=== Work instructions ===
Nothing in the entries may be altered; copy them all exactly.

##############################

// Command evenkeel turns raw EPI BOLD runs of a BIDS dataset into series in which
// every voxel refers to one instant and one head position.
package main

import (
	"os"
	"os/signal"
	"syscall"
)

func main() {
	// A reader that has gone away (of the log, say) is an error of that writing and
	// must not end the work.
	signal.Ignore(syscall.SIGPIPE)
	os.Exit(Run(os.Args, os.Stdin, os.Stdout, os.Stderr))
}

##############################

=== Result below ===
// Command evenkeel turns raw EPI BOLD runs of a BIDS dataset into series in which
// every voxel refers to one instant and one head position.
package main

import (
	"os"
	"os/signal"
	"syscall"
)

func main() {
	// A reader that has gone away (of the log, say) is an error of that writing and
	// must not end the work.
	signal.Ignore(syscall.SIGPIPE)
	os.Exit(Run(os.Args, os.Stdin, os.Stdout, os.Stderr))
}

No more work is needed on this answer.